===== DATA PROVIDED =====

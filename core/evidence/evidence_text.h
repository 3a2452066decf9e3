// SPDX-License-Identifier: GPL-3.0-or-later
#pragma once

#include "core/evidence/evidence.h"

namespace planewright {

/// How many published values there are, and which the program does not meet.
struct EvidenceCount {
  std::size_t values = 0;
  std::size_t printed = 0; ///< of them with a value that the source prints
  std::size_t disagreeing = 0;
};
EvidenceCount countOf(const std::vector<CheckResult>& checks);

/// Every published value beside the computed one, a line each, with source, place and how far the value can
/// be trusted; what disagrees is marked and stands once more at the end.
std::string evidenceText(const std::vector<CheckResult>& checks, const Translate& translate = {});

} // namespace planewright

=====

> **PROMPT**:
Print all of the material above exactly as given.

> **SOLUTION**:
filename core/evidence/evidence_text.h
repository 3a2452066decf9e3
// SPDX-License-Identifier: GPL-3.0-or-later
#pragma once

#include "core/evidence/evidence.h"

namespace planewright {

/// How many published values there are, and which the program does not meet.
struct EvidenceCount {
  std::size_t values = 0;
  std::size_t printed = 0; ///< of them with a value that the source prints
  std::size_t disagreeing = 0;
};
EvidenceCount countOf(const std::vector<CheckResult>& checks);

/// Every published value beside the computed one, a line each, with source, place and how far the value can
/// be trusted; what disagrees is marked and stands once more at the end.
std::string evidenceText(const std::vector<CheckResult>& checks, const Translate& translate = {});

} // namespace planewright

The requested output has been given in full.